Well fry are still doing well, really starting to have some shape to them. Also, Rams spawned again! I'm leaving this one in the tank though and seeing if they will get anywhere with this batch by themselves... Make my life a little easier... for the moment at least...


----------



## ZebraDanio12 (Jun 17, 2011)

Awesome I just got my first ram fry last night. Tiny little things.


----------



## bchbum16 (Jun 21, 2011)

Hey school started this week for me and I haven't been able to jump on here! My fry are doing well, getting bigger! The spawn i mentioned got eaten once again... I believe my female eats them which is frustrating... I'll have to keep a close eye out around spawn time to really catch the culprit... 
ZebraDanio12: How are your fry doing? I hope well!


----------



## ZebraDanio12 (Jun 17, 2011)

bchbum16 said:


> Hey school started this week for me and I haven't been able to jump on here! My fry are doing well, getting bigger! The spawn i mentioned got eaten once again... I believe my female eats them which is frustrating... I'll have to keep a close eye out around spawn time to really catch the culprit...
> ZebraDanio12: How are your fry doing? I hope well!

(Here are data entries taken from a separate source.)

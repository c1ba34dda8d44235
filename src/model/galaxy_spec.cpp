// SPDX-License-Identifier: GPL-2.0-or-later
#include "model/galaxy_spec.h"

#include <array>

#include "base/text.h"

namespace foreglow {
namespace {

using G = GalaxySpec;

constexpr std::array keys{GalaxyKey{"", "sun_radius", "kpc", &G::sun_radius, 0.1, 100},
                          GalaxyKey{"", "radius_limit", "kpc", &G::radius_limit, 0.2, 200},
                          GalaxyKey{"", "height_limit", "kpc", &G::height_limit, 0.1, 100},
                          GalaxyKey{"", "distance_limit", "kpc", &G::distance_limit, 0.1, 300},
                          GalaxyKey{"", "turbulence_length", "kpc", &G::turbulence_length, 0, 1},
                          GalaxyKey{"", "index_scatter", "", &G::index_scatter, 0, 1},
                          GalaxyKey{"", "tolerance", "", &G::tolerance, 1e-7, 0.1},
                          GalaxyKey{"electrons", "density", "m^-3 GeV^-1", &G::density, 0, 1e-3},
                          GalaxyKey{"electrons", "slope", "", &G::slope, 0, 6},
                          GalaxyKey{"electrons", "slope_above", "", &G::slope_above, 1, 6},
                          GalaxyKey{"electrons", "break_energy", "GeV", &G::break_energy, 0.01, 1e4},
                          GalaxyKey{"electrons", "break_width", "", &G::break_width, 0.05, 5},
                          GalaxyKey{"electrons", "height", "kpc", &G::height, 0.05, 100},
                          GalaxyKey{"electrons", "height_energy", "GeV", &G::height_energy, 0.01, 1e4},
                          GalaxyKey{"electrons", "height_power", "", &G::height_power, 0, 2},
                          GalaxyKey{"electrons", "radius", "kpc", &G::radius, 0.1, 1000},
                          GalaxyKey{"electrons", "core", "kpc", &G::core, 0, 100},
                          GalaxyKey{"electrons", "young_share", "", &G::young_share, 0, 100},
                          GalaxyKey{"electrons", "young_slope", "", &G::young_slope, 1, 6},
                          GalaxyKey{"electrons", "young_cutoff", "GeV", &G::young_cutoff, 1, 1e6},
                          GalaxyKey{"electrons", "young_turnover", "GeV", &G::young_turnover, 0, 1e3},
                          GalaxyKey{"electrons", "young_turnover_power", "", &G::young_turnover_power, 0, 4},
                          GalaxyKey{"electrons", "young_height", "kpc", &G::young_height, 0.02, 100},
                          GalaxyKey{"electrons", "young_radius", "kpc", &G::young_radius, 0.1, 1000},
                          GalaxyKey{"electrons", "young_core", "kpc", &G::young_core, 0, 100},
                          GalaxyKey{"electrons", "young_arm_contrast", "", &G::young_arm_contrast, 0, 10},
                          GalaxyKey{"field", "disc_field", "uG", &G::disc_field, 0, 1e3},
                          GalaxyKey{"field", "disc_radius", "kpc", &G::disc_radius, 0.1, 1000},
                          GalaxyKey{"field", "disc_core", "kpc", &G::disc_core, 0, 100},
                          GalaxyKey{"field", "disc_height", "kpc", &G::disc_height, 0.02, 100},
                          GalaxyKey{"field", "disc_onset", "kpc", &G::disc_onset, 0.01, 100},
                          GalaxyKey{"field", "pitch", "deg", &G::pitch, -89, -0.5},
                          GalaxyKey{"field", "arm", "", &G::arm, 0, 1},
                          GalaxyKey{"field", "arm_phase", "deg", &G::arm_phase, -360, 360},
                          GalaxyKey{"field", "arm_onset", "kpc", &G::arm_onset, 0.01, 100},
                          GalaxyKey{"field", "arm_height", "kpc", &G::arm_height, 0.02, 100},
                          GalaxyKey{"field", "reversal_radius", "kpc", &G::reversal_radius, 0, 100},
                          GalaxyKey{"field", "reversal_width", "kpc", &G::reversal_width, 0.02, 100},
                          GalaxyKey{"field", "halo_field", "uG", &G::halo_field, 0, 1e3},
                          GalaxyKey{"field", "halo_height", "kpc", &G::halo_height, 0, 100},
                          GalaxyKey{"field", "halo_width", "kpc", &G::halo_width, 0.02, 100},
                          GalaxyKey{"field", "halo_radius", "kpc", &G::halo_radius, 0.1, 1000},
                          GalaxyKey{"field", "halo_onset", "kpc", &G::halo_onset, 0.02, 100},
                          GalaxyKey{"field", "vertical_field", "uG", &G::vertical_field, -1e3, 1e3},
                          GalaxyKey{"field", "random_field", "uG", &G::random_field, 0, 1e3},
                          GalaxyKey{"field", "random_radius", "kpc", &G::random_radius, 0.1, 1000},
                          GalaxyKey{"field", "random_core", "kpc", &G::random_core, 0, 100},
                          GalaxyKey{"field", "random_height", "kpc", &G::random_height, 0.02, 100},
                          GalaxyKey{"gas", "thick_density", "cm^-3", &G::thick_density, 0, 1e3},
                          GalaxyKey{"gas", "thick_height", "kpc", &G::thick_height, 0.02, 100},
                          GalaxyKey{"gas", "thick_radius", "kpc", &G::thick_radius, 0.1, 1000},
                          GalaxyKey{"gas", "thick_core", "kpc", &G::thick_core, 0, 100},
                          GalaxyKey{"gas", "thin_density", "cm^-3", &G::thin_density, 0, 1e3},
                          GalaxyKey{"gas", "thin_height", "kpc", &G::thin_height, 0.02, 100},
                          GalaxyKey{"gas", "thin_radius", "kpc", &G::thin_radius, 0.1, 1000},
                          GalaxyKey{"gas", "thin_core", "kpc", &G::thin_core, 0, 100}};

}  // namespace

std::vector<GalaxyLoop> make_published_loops() {
    return {{"I", 329, 17.5, 116, 0.130, 0.1, 22, 55, 0.12, 2, 8},
            {"II", 100, -32.5, 91, 0.110, 0.1, 5, 150, 0.25, 1.5, 8},
            {"III", 124, 15.5, 65, 0.150, 0.1, 9, 20, 0.2, 1.5, 8},
            {"IV", 315, 48.5, 39.5, 0.250, 0.1, 4.5, 20, 0.2, 1.5, 8}};
}

std::span<const GalaxyKey> galaxy_keys() {
    return keys;
}

std::string describe_exactly(const GalaxySpec& galaxy) {
    std::string text;
    const auto add = [&](const std::string& name, double value) {
        text += name + "=" + format_exact(value) + "\n";
    };
    add("disc", galaxy.disc ? 1 : 0);
    add("loops", galaxy.loops ? 1 : 0);
    add("turbulence", galaxy.turbulence ? 1 : 0);
    text += "seed=" + std::to_string(galaxy.seed) + "\n";
    for (const GalaxyKey& key : keys)
        add(std::string(key.section) + "." + key.name, galaxy.*key.member);
    for (const GalaxyLoop& loop : galaxy.shells) {
        text += "loop=" + std::to_string(loop.name.size()) + ":" + loop.name + "\n";
        for (const double value :
             {loop.longitude, loop.latitude, loop.diameter, loop.distance, loop.thickness, loop.brightness,
              loop.bright_angle, loop.faint_side, loop.contrast, loop.field})
            add("", value);
    }
    return text;
}

}  // namespace foreglow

Fine. Another spawn coming up within this week I'm thinking. 

Glad your fry are doing great!


----------



## bchbum16 (Jun 21, 2011)

That's awesome congrats! Let me know how they are doing and when they spawn next! 


Sent from my iPhone using PG Free


----------



## ZebraDanio12 (Jun 17, 2011)

bchbum16 said:


> That's awesome congrats! Let me know how they are doing and when they spawn next!
> 
> 
> Sent from my iPhone using PG Free


Will do. I noticed a steady pattern on how they act each time. Kinda cool.


----------



## bchbum16 (Jun 21, 2011)

Yeah I've noticed the same thing with mine... Should be another batch in the next few days...


----------